The EDY-CARE project aims to empower teachers and other school staff (e.g., school nurses, psychologists, social workers, management) in upper secondary education (ISCED-3 level) to recognise adolescent young carers (16-19 years old) in classes and maximize their learning opportunities, while ensuring their social inclusion.
The EDY-CARE specific objectives are:
- To develop an assessment tool that could help teachers and school staff to identify young carers;
- To develop and test a package of educational strategies, didactical approaches as well as organisational adjustments that schools can take to facilitate young carers and to support them in their scholastic career;
- To produce a handbook providing guidelines and recommendations on how teachers and school staff can work at best with young carers
- To develop a massive open online course (MOOC) for training teachers and school staff on the young carers phenomenon, their needs and preferences.
By making innovative educational methodologies and training available to school staff, EDY-CARE can therefore contribute to promoting young carers-friendly school environments.
The EDY-CARE project is expected to achieve the following results during its lifetime (October 2017-March 2020) and beyond:
- a raised awareness among teachers and school staff of young carers’ needs;
- an empowerment of teachers and school staff on the ways to recognise and keep young carers involved in school;
- a new attitude of school staff on young carers and influence on other classes and institutes;
- to create new opportunities for peer recognition and awareness of young carers among school pupils;
- to make young carers more comfortable at school, satisfied with education and avoid drop outs;
- to increase the educational and social environment for young carers at school and combating their social exclusion, loneliness, social stigma, unmet educational and support needs.
Who are young carers and how many young carers are there?
A proportion of young people across Europe carry out a significant role in caring for their family member who is ill, disabled or misuses drugs or alcohol.
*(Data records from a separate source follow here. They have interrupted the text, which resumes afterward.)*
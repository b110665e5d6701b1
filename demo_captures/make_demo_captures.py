"""Make fitkit's demo captures: an invented product on an invented test bench.

Wrenmoor Sensing (an invented company) tests its load-cell front-end board one
filter stage at a time: an input RC low-pass, an unbuffered two-stage RC ladder
and a unity-gain Sallen-Key low-pass. A generator with a 50 ohm source drives
the stage's input pad with a 0 V / 1 V step or square wave; a two-channel 8-bit
scope records the input and output pads through 10:1 probes (10 Mohm || 12 pF).
See README.md beside this script for the boards and the truth behind each file.

Simulation is exact: the transfer function from the generator's open-circuit
voltage to each probed pad comes from the part values by closed-form circuit
equations (source resistance and probe loading included) and scipy.signal.lsim
computes the response. Each generator edge is a linear ramp over one sample,
starting on a sample instant, which lsim's linear interpolation represents
exactly. Band-limited Gaussian noise is added and each channel is quantised
like an 8-bit scope. The truth (parts, time constants, f0, Q) goes to truth.json.

Uses numpy and scipy only, never fitkit: the demo data must be independent of
the code that analyses it. Deterministic (fixed seed, exact integer-based
number formatting): running it twice writes byte-identical files.

Usage:  python demo_captures/make_demo_captures.py [OUTPUT_DIR]   (default: this folder)
"""

from __future__ import annotations

import argparse
import datetime as dt_module
import json
import math
from dataclasses import dataclass
from pathlib import Path

import numpy as np
from scipy import signal

SEED = 20261118
COMPANY = "Wrenmoor Sensing (invented)"
PRODUCT = "load-cell front-end board rev C"
TRIGGER_WALL_CLOCK = dt_module.datetime(2026, 11, 18, 15, 22, 41, 318204)

GENERATOR_LOW, GENERATOR_HIGH = 0.0, 1.0  # volts, generator open-circuit levels
COUNTS_PER_DIVISION = 32  # 8 divisions on screen = 256 counts of the 8-bit converter
NOISE_RMS = 0.003  # volts at the probe tip, per channel, before quantisation
NOISE_CUTOFF_FRACTION = 0.1  # noise bandwidth (2nd-order Butterworth) / sample rate


@dataclass(frozen=True)
class Fixture:
    """Source resistance of the generator (ohms) and loading of each probe (ohms, farads)."""
    source_resistance: float
    probe_resistance: float
    probe_capacitance: float

    def probe_admittance(self) -> np.ndarray:
        """1/Rp + s Cp as a polynomial in s (siemens)."""
        return np.array([self.probe_capacitance, 1.0 / self.probe_resistance])


# 50 ohm generator; 10:1 passive probe about 10 Mohm || 12 pF (typical figures;
# common practice, no source).
BENCH = Fixture(50.0, 10e6, 12e-12)
IDEAL = Fixture(0.0, math.inf, 0.0)  # the stage alone: ideal source, no probes

# IEC 60063 E24 series, one decade: used only to report how far an
# out-of-tolerance part sits from the nearest preferred value.
E24 = (1.0, 1.1, 1.2, 1.3, 1.5, 1.6, 1.8, 2.0, 2.2, 2.4, 2.7, 3.0,
       3.3, 3.6, 3.9, 4.3, 4.7, 5.1, 5.6, 6.2, 6.8, 7.5, 8.2, 9.1)

# ---- the design and the three boards ------------------------------------------
# Per stage: part role -> (designator, nominal value in SI units, tolerance fraction).
DESIGN = {
    "rc-low-pass": {"R1": ("R11", 10e3, 0.01), "C1": ("C11", 100e-9, 0.05)},
    "rc-ladder-2": {"R1": ("R21", 10e3, 0.01), "C1": ("C21", 100e-9, 0.05),
                    "R2": ("R22", 10e3, 0.01), "C2": ("C22", 100e-9, 0.05)},
    "sallen-key-low-pass": {"R1": ("R31", 10e3, 0.01), "R2": ("R32", 10e3, 0.01),
                            "C1": ("C31", 22e-9, 0.05), "C2": ("C32", 10e-9, 0.05)},
}
STAGE_NAMES = {"rc-low-pass": "input RC low-pass", "rc-ladder-2": "two-stage RC ladder",
               "sallen-key-low-pass": "unity-gain Sallen-Key low-pass"}
PADS = {"rc-low-pass": ("TP11", "TP12"), "rc-ladder-2": ("TP21", "TP22"),
        "sallen-key-low-pass": ("TP31", "TP32")}
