#[test]
fn malformed_run_files() {
    let dir = temp_dir("hostile-run");
    let (wavp, base) = good_run(&dir);
    let (ch, fs) = good_channels();
    std::fs::write(dir.join("mono.wav"), wav(&pcm(1, fs, 16), &ch[1..], 1000.0)).unwrap();
    std::fs::write(dir.join("slow.wav"), wav(&pcm(2, fs / 2, 16), &ch, 1000.0)).unwrap();
    let short: Vec<Vec<f64>> = ch.iter().map(|c| c[..c.len() / 2].to_vec()).collect();
    std::fs::write(dir.join("short.wav"), wav(&pcm(2, fs, 16), &short, 1000.0)).unwrap();
    std::fs::create_dir_all(dir.join("sub")).unwrap();
    #[cfg(unix)]
    {
        std::os::unix::fs::symlink("/etc/hostname", dir.join("link-out.wav")).unwrap();
        std::os::unix::fs::symlink(&wavp, dir.join("link-in.wav")).unwrap();
        let c = std::ffi::CString::new(dir.join("fifo.wav").to_str().unwrap()).unwrap();
        // SAFETY: plain libc call on a valid C string.
        assert_eq!(unsafe { libc::mkfifo(c.as_ptr(), 0o600) }, 0);
    }
    let mut failures = Vec::new();
    let cases = run_cases();
    for (name, edit, e) in &cases {
        let mut v = base.clone();
        edit(&mut v);
        let p = dir.join(format!("{name}.json"));
        std::fs::write(&p, serde_json::to_string_pretty(&v).unwrap()).unwrap();
        let out = dir.join(format!("{name}.again.json"));
        let cmd = if name.starts_with("mode-") {
            "compare"
        } else {
            "analyze"
        };
        let args: Vec<&str> = if cmd == "compare" {
            vec!["compare", p.to_str().unwrap(), p.to_str().unwrap()]
        } else {
            vec![
                "analyze",
                p.to_str().unwrap(),
                "--out",
                out.to_str().unwrap(),
            ]
        };
        if let Some(f) = check(&args, e) {
            failures.push(format!("{name}: {f}"));
        }
        if name.ends_with("escapes")
            && check(&["compare", p.to_str().unwrap(), p.to_str().unwrap()], e).is_some()
        {
            failures.push(format!("{name}: compare printed it raw"));
        }
    }
    // Not JSON run files at all.
    let raw: Vec<(&str, Vec<u8>, &str)> = vec![
        (
            "not-json",
            b"this is not json".to_vec(),
            "not a tapmodes run file",
        ),
        ("empty", vec![], "not a tapmodes run file"),
        ("array", b"[1,2,3]".to_vec(), "not a tapmodes run file"),
        (
            "wrong-object",
            b"{\"modes\": 3}".to_vec(),
            "not a tapmodes run file",
        ),
        (
            "binary",
            vec![0xff, 0xfe, 0, 1, 2],
            "stream did not contain valid utf-8",
        ),
        (
            "deep-nesting",
            "[".repeat(100_000).into_bytes(),
            "not a tapmodes run file",
        ),
    ];
    for (name, bytes, needle) in &raw {
        let p = dir.join(format!("{name}.json"));
        std::fs::write(&p, bytes).unwrap();
        if let Some(f) = check(&["analyze", p.to_str().unwrap()], &Expect::Refuse(needle)) {
            failures.push(format!("{name}: {f}"));
        }
    }
    let big = dir.join("big.json");
    std::fs::File::create(&big)
        .unwrap()
        .set_len(65 << 20)
        .unwrap();
    if let Some(f) = check(
        &["analyze", big.to_str().unwrap()],
        &Expect::Refuse("too large"),
    ) {
        failures.push(format!("big: {f}"));
    }
    let total = cases.len() + raw.len() + 1;
    eprintln!("run-file catalogue: {total} files");
    assert!(total >= 50, "only {total} run-file cases");
    assert!(
        failures.is_empty(),
        "{} failures:\n{}",
        failures.len(),
        failures.join("\n")
    );
}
These young people are defined in the literature as young carers (YCs), that is
“children and young persons under 18 who provide or intend to provide care, assistance or support to another family member. They carry out significant or substantial caring tasks, often on a regular basis, and assume a level of responsibility that would usually be associated with an adult”
Young adult carers are people aged 18-24 who provide or intend to provide care, assistance or support to another family member on an unpaid basis. The person receiving care is often a parent but can be a sibling, grandparent, partner, own child or other relative who is disabled, has some chronic illness, mental health problem or other condition (including substance misuse) connected with a need for care, support or supervision.
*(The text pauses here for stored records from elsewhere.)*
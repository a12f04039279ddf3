//! The analysis on recordings our simulator did not make: finite-element beams and a TM9 X
//! frame, integrated exactly and passed through realistic chains (16-bit sound card with
//! AC-coupled piezo and mains hum, 12-bit MEMS at 3.2 kHz), made by
//! `tests/independent/make_recordings.py` (numpy 1.26.4, scipy 1.11.4; its FE
//! eigenfrequencies are checked there against Blevins 1979, *Formulas for Natural Frequency
//! and Mode Shape*, Table 8-1, clamped-free, values from memory). The truth is the FE
//! model's, read from each `NAME.truth.json`; the tests read only the committed files.

use tapmodes::hits::Verdict;
use tapmodes::modes::ModeSearch;
use tapmodes::pipeline::{Analysis, AnalysisConfig, analyse_source};
use tapmodes::signal::RoleChoice;
use tapmodes::source::Source;
use tapmodes::source::wav::WavSource;

struct Truth {
    modes: Vec<(f64, f64)>,
    /// The modes the generator counts as findable (10 dB over the noise, 6 dB over their
    /// neighbours).
    targets: Vec<f64>,
    hum: Vec<f64>,
    taps: Vec<(f64, String)>,
}

fn truth(name: &str) -> Truth {
    let path = format!(
        "{}/tests/independent/{name}.truth.json",
        env!("CARGO_MANIFEST_DIR")
    );
    let v: serde_json::Value =
        serde_json::from_str(&std::fs::read_to_string(path).unwrap()).unwrap();
    let num = |x: &serde_json::Value| x.as_f64().unwrap();
    Truth {
        modes: v["modes"]
            .as_array()
            .unwrap()
            .iter()
            .map(|m| (num(&m["frequency_hz"]), num(&m["damping_ratio"])))
            .collect(),
        targets: v["target_modes_hz"]
            .as_array()
            .unwrap()
            .iter()
            .map(num)
            .collect(),
        hum: v["hum_hz"].as_array().unwrap().iter().map(num).collect(),
        taps: v["taps"]
            .as_array()
            .unwrap()
            .iter()
            .map(|t| (num(&t["time_s"]), t["kind"].as_str().unwrap().to_string()))
            .collect(),
    }
}

fn analyse(name: &str) -> (Analysis, ModeSearch, f64) {
    let path = format!(
        "{}/tests/independent/{name}.wav",
        env!("CARGO_MANIFEST_DIR")
    );
    let mut src = WavSource::open(std::path::Path::new(&path)).unwrap();
    let fs = src.info().sample_rate;
    let roles = RoleChoice::default().resolve(src.info()).unwrap();
    let a = analyse_source(&mut src, roles, AnalysisConfig::default(), false).unwrap();
    let found = a.result().search.clone();
    (a, found, fs)
}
Despite the lack of specific figures on the number of YCs in Europe, the phenomenon is raising attention in many countries. In the United Kingdom, which has lead research on YCs in the last two decades, it is estimated that around 8% of population 11-18 years old are YCs. Similar figures apply to Sweden (7%, 14-16 years), whereas in other countries there are only more general data (in Italy, 2.8% of young people 15-24 years) or even none (as for Portugal and Slovenia).
The impact of caring on young people’s health, education, work opportunities and social inclusion
Caring activity can affect young carers’ education (e.g., under-achievement, absence and drop-outs) and social life (e.g., fewer social contacts, social stigma and bullying, less dedicated time for personal development and leisure).
In particular, being an adolescent YC is recognised as a risk factor for mental health and well-being, with around 50% experiencing care-related stress and 40% mental health problems (Carers Trust, 2016).
Such immediate negative consequences can lead to long-term health disadvantages for YCs in the life-course, such as increased risks for prolonged mental illness and occurrence of co-morbidities, and higher life-course social exclusion, due to lower educational qualifications and job opportunities.
Empowering school staff to identify and support YC in their educational career is vital to avoid these negative consequences and to allow young carers to engage fully with the educational and social opportunities available to them.